En mars, c’est avec le grand rival saoudien que l'Iran jetait les bases d’un rapprochement. "N'oublions pas que cela faisait de nombreuses années que les négociations entre les deux pays étaient en cours", rappelle Azadeh Kian. "Finalement, c'est la Chine qui a réussi à les réunir. (...) Au moment justement où le régime islamique a été ébranlé par cette révolution en cours à l'intérieur du pays."

L'Iran a aussi rétabli ses relations diplomatiques l'an dernier avec les Emirats arabes unis et le Koweït. Des contacts seraient également en cours avec le Bahreïn, le Soudan et l'Egypte.

Dissensions

Avec l'élection d'Ebrahim Raïssi en 2021, les ultra-conservateurs ont désormais la haute main sur la quasi-totalité des pouvoirs en Iran. Le président Raïssi "est l'un des plus durs du régime", estime Azadeh Kian. "Il a été nommé par le guide, est très proche du guide, il obéit à 100% au guide", poursuit-elle, en faisant référence à l'ayatollah Ali Khamenei.

"Des durs du régime tentent de se maintenir au pouvoir, à travers une répression de plus en plus importante, et en particulier contre les opposants et surtout contre les femmes qui refusent de se soumettre aux diktats de ce régime. Le pouvoir des mollahs survit aussi grâce aux rentes pétrolières. L'Iran est parvenu à contourner les sanctions américaines en vendant notamment son pétrole à la Chine et a su profiter du resserrement du marché mondial.

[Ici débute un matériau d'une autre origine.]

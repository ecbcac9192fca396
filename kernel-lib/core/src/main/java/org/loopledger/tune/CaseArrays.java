package org.loopledger.tune;

import org.loopledger.control.DriveTiming;
import org.loopledger.control.FilterChain;
import org.loopledger.control.LowPass2;
import org.loopledger.control.Cascade;
import org.loopledger.control.VelocityPi;
import org.loopledger.frf.Frf;

/**
 * Per load case, the primitive arrays the search works on: the grid, the fixed part of the velocity
 * loop B = P·F·D (plant, user's filters, drive effects) and the integral basis g, with
 * C<sub>v</sub> = K<sub>v</sub>(1 + ω<sub>i</sub>·g) so that L<sub>v</sub> = K<sub>v</sub>·B·(1 + ω<sub>i</sub>g).
 * g is read off {@link VelocityPi} itself (g = C(K<sub>v</sub> = 1, ω<sub>i</sub> = 1) - 1), so the
 * search and the controller the drive runs cannot disagree. Mutable scratch space; one per thread.
 */
final class CaseArrays {
    final String label;
    final Frf plant;
    final int n;
    final double[] omega;
    final double[] fixedRe, fixedIm;  // B without any tuner-placed low-pass
    final double[] gRe, gIm;
    final double fixedPhase0;          // unwrapped phase of B at omega[0]
    final double[] baseRe, baseIm;     // B with the candidate low-pass
    final double[] lRe, lIm;           // scratch loop gain
    final double[] l2Re, l2Im;         // second scratch

    CaseArrays(PlantCase pc, DriveTiming timing, FilterChain filters) {
        this.label = pc.label();
        this.plant = pc.plantToVelocity();
        this.omega = plant.omegaRadPerS();
        this.n = omega.length;
        if (timing.isSampled()) timing.requireWithinNyquist(omega);
        fixedRe = plant.real();
        fixedIm = plant.imag();
        // B = P·F·D: multiply by the controller with Kv = 1, ωi = 0 (a pure unit gain), i.e. filters and drive effects only.
        Cascade.multiplyByVelocityPath(VelocityPi.proportional(1.0), filters, timing, omega, fixedRe, fixedIm);
        double[] unitRe = new double[n], unitIm = new double[n];
        java.util.Arrays.fill(unitRe, 1.0);
        Cascade.multiplyByVelocityPath(VelocityPi.ofRadPerS(1.0, 1.0), FilterChain.none(), withoutDrive(timing), omega, unitRe, unitIm);
        gRe = new double[n];
        gIm = new double[n];
        for (int i = 0; i < n; i++) {
            gRe[i] = unitRe[i] - 1.0;
            gIm[i] = unitIm[i];
        }
        double p0 = plant.phaseRadUnwrapped()[0];
        double[] fr = {1.0}, fi = {0.0};
        Cascade.multiplyByVelocityPath(VelocityPi.proportional(1.0), filters, timing, new double[] {omega[0]}, fr, fi);
        fixedPhase0 = p0 + Math.atan2(fi[0], fr[0]);
        baseRe = fixedRe.clone();
        baseIm = fixedIm.clone();
        lRe = new double[n];
        lIm = new double[n];
        l2Re = new double[n];
        l2Im = new double[n];
    }

    /** The same time base as {@code timing} but with no delay, hold or current loop: the controller alone. */
    private static DriveTiming withoutDrive(DriveTiming timing) {
        if (!timing.isSampled()) return DriveTiming.continuous();
        return DriveTiming.sampledAtHz(timing.sampleRateHz()).withComputationDelaySamples(0).withZeroOrderHold(false).withoutCurrentLoopLag();
    }

    /** base ← fixed·LP(ω) (LP null: base ← fixed). */
    void setLowPass(LowPass2 lp, DriveTiming timing) {
        System.arraycopy(fixedRe, 0, baseRe, 0, n);
        System.arraycopy(fixedIm, 0, baseIm, 0, n);
        if (lp != null) {
            FilterChain chain = FilterChain.of(lp);
            if (timing.isSampled()) chain.multiplyDiscrete(timing.sampleRateHz(), omega, baseRe, baseIm);
            else chain.multiplyContinuous(omega, baseRe, baseIm);
        }
    }

    /** |B(ω)| at any ω inside the grid, interpolated linearly in log|B| over log ω. */
    double baseMagnitudeAt(double w) {
        int i = bracket(w);
        double a = Math.log(Math.hypot(baseRe[i], baseIm[i])), b = Math.log(Math.hypot(baseRe[i + 1], baseIm[i + 1]));
        double t = Math.log(w / omega[i]) / Math.log(omega[i + 1] / omega[i]);
        return Math.exp(a + t * (b - a));
    }

    /** |1 + ωi·g(ω)| at ω, interpolated the same way (g is smooth). */
    double piMagnitudeAt(double w, double omegaI) {
        int i = bracket(w);
        double a = Math.log(Math.hypot(1 + omegaI * gRe[i], omegaI * gIm[i]));
        double b = Math.log(Math.hypot(1 + omegaI * gRe[i + 1], omegaI * gIm[i + 1]));
        double t = Math.log(w / omega[i]) / Math.log(omega[i + 1] / omega[i]);
        return Math.exp(a + t * (b - a));
    }

    private int bracket(double w) {
        int i = java.util.Arrays.binarySearch(omega, w);
        if (i >= 0) return Math.min(i, n - 2);
        int ins = -i - 1;
        return Math.max(0, Math.min(ins - 1, n - 2));
    }

    /** lRe/lIm ← kv·base·(1 + ωi·g); returns the unwrapped phase of L at omega[0]. */
    double velocityLoop(double kv, double omegaI) {
        for (int i = 0; i < n; i++) {
            double pr = 1 + omegaI * gRe[i], pi = omegaI * gIm[i];
            double br = baseRe[i], bi = baseIm[i];
            lRe[i] = kv * (br * pr - bi * pi);
            lIm[i] = kv * (br * pi + bi * pr);
        }
        double lpPhase0 = Math.atan2(baseIm[0], baseRe[0]) - Math.atan2(fixedIm[0], fixedRe[0]);
        return fixedPhase0 + lpPhase0 + Math.atan2(omegaI * gIm[0], 1 + omegaI * gRe[0]);
    }
}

Le durcissement de la répression face aux manifestants a pourtant fait naître nombre de dissensions au sein même de l'élite religieuse et politique. "Les dissensions sont en cours, mais pas encore au point de faire effondrer le régime", relève Azadeh Kian. "Mais au fur et à mesure que la pression sociale continue, on peut s'attendre à davantage de dissensions au sein du régime."